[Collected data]
******************************
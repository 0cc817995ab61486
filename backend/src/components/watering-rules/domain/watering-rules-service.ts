import type { DataSource } from 'typeorm';
import type { Page } from '@shared/api/page';
import type { RuleWorklistDto } from '@shared/watering-rules/rules-dto';
import type { SiteRule, WateringRuleDto, WateringRuleInput } from '@shared/watering-rules/watering-rule';
import { AppError } from '../../../platform/app-error';
import type { Principal } from '../../../platform/auth/principal';
import type { AlertsService } from '../../alerts/domain/alerts-service';
import type { AuditRepository } from '../../audit/data/audit-repository';
import type { SitesService } from '../../sites/domain/sites-service';
import type { RuleSort, WateringRulesRepository } from '../data/watering-rules-repository';

/** Conservation work is for administrators, managers and auditors (the agency's officers); contractors get 403. */
const RULE_ROLES = new Set(['admin', 'manager', 'auditor']);

/**
 * Watering rules as an agency (or a manager under one) records them, and the worklist of sites that watered outside
 * them. Rules belong to the organisation that entered them; a site can be put under a rule only by someone who sees
 * the site. The nightly watch reads every rule a site is under (`siteRules`) and files the breaches as alerts.
 */
export class WateringRulesService {
  constructor(
    private readonly db: DataSource,
    private readonly rules: WateringRulesRepository,
    private readonly sites: SitesService,
    private readonly alerts: AlertsService,
    private readonly audit: AuditRepository,
  ) {}

  /** For the watch: every stage of every rule the site is under. */
  siteRules(siteId: number): Promise<SiteRule[]> {
    return this.rules.siteRules(siteId);
  }

  async list(
    principal: Principal,
    q: { page: number; pageSize: number; sort: RuleSort; dir: 'asc' | 'desc'; q?: string | undefined },
  ): Promise<Page<WateringRuleDto>> {
    requireRole(principal);
    const { items, total } = await this.rules.list(principal.organisationId, q);
    return { items, total, page: q.page, pageSize: q.pageSize };
  }

  async get(principal: Principal, id: number): Promise<WateringRuleDto> {
    requireRole(principal);
    const rule = await this.rules.get(principal.organisationId, id);
    if (!rule) throw AppError.notFound('Watering rule');
    return rule;
  }

  async create(principal: Principal, input: WateringRuleInput): Promise<WateringRuleDto> {
    requireRole(principal);
    await this.checkInput(principal, input);
    const id = await this.db.transaction(async (em) => {
      const created = await this.rules.insert(em, principal.organisationId, principal.userId, input);
      await this.record(em, principal, created, 'create', input);
      return created;
    });
    return this.get(principal, id);
  }

  async update(principal: Principal, id: number, input: WateringRuleInput): Promise<WateringRuleDto> {
    await this.get(principal, id);
    await this.checkInput(principal, input);
    await this.db.transaction(async (em) => {
      await this.rules.update(em, id, principal.userId, input);
      await this.record(em, principal, id, 'update', input);
    });
    return this.get(principal, id);
  }

  async remove(principal: Principal, id: number): Promise<void> {
    const rule = await this.get(principal, id);
    await this.db.transaction(async (em) => {
      await this.rules.remove(em, id);
      await this.record(em, principal, id, 'delete', { name: rule.name, stage: rule.stage });
    });
  }

  /** Sites under the organisation's rules that watered outside them in the month, from the watch's alerts. */
  async worklist(principal: Principal, q: { month: string; page: number; pageSize: number }): Promise<RuleWorklistDto> {
    requireRole(principal);
    const siteIds = [...new Set(await this.rules.siteIdsOf(principal.organisationId))];
    const rows = await this.alerts.ruleBreachesVisibleTo(principal.organisationId, siteIds, q.month);
    const items = rows.slice(q.page * q.pageSize, (q.page + 1) * q.pageSize);
    return {
      items,
      total: rows.length,
      page: q.page,
      pageSize: q.pageSize,
      month: q.month,
      sitesUnderRules: siteIds.length,
    };
  }

  private async checkInput(principal: Principal, input: WateringRuleInput): Promise<void> {
    if (input.inForceTo !== null && input.inForceTo < input.inForceFrom)
      throw AppError.invalid('inForceTo', 'must be on or after the first day in force');
    if (input.allowedHours.startHour === input.allowedHours.endHour)
      throw AppError.invalid('allowedHours', 'must not start and end at the same hour');
    if (input.dayMode === 'weekdays' && input.weekdays.length === 0)
      throw AppError.invalid('weekdays', 'choose at least one watering day');
    const seen = new Set<number>();
    for (const s of input.sites) {
      if (seen.has(s.siteId)) throw AppError.invalid('sites', `site ${s.siteId} is listed twice`);
      seen.add(s.siteId);
      await this.sites.requireLevel(principal, s.siteId, 'read');
    }
  }

  private record(
    em: Parameters<AuditRepository['record']>[0],
    principal: Principal,
    id: number,
    action: string,
    changes: object,
  ): Promise<void> {
    return this.audit.record(em, {
      userId: principal.userId,
      organisationId: principal.organisationId,
      entity: 'watering-rule',
      entityId: id,
      action,
      changes,
    });
  }
}

function requireRole(principal: Principal): void {
  if (!RULE_ROLES.has(principal.role))
    throw AppError.forbidden('Watering rules are for administrators, managers and auditors.');
}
******************************
* Exercise instructions: Identify the lines of the data that contain the word "RuleWorklistDto". Copy each of them.

* Solution:
import type { RuleWorklistDto } from '@shared/watering-rules/rules-dto';
  async worklist(principal: Principal, q: { month: string; page: number; pageSize: number }): Promise<RuleWorklistDto> {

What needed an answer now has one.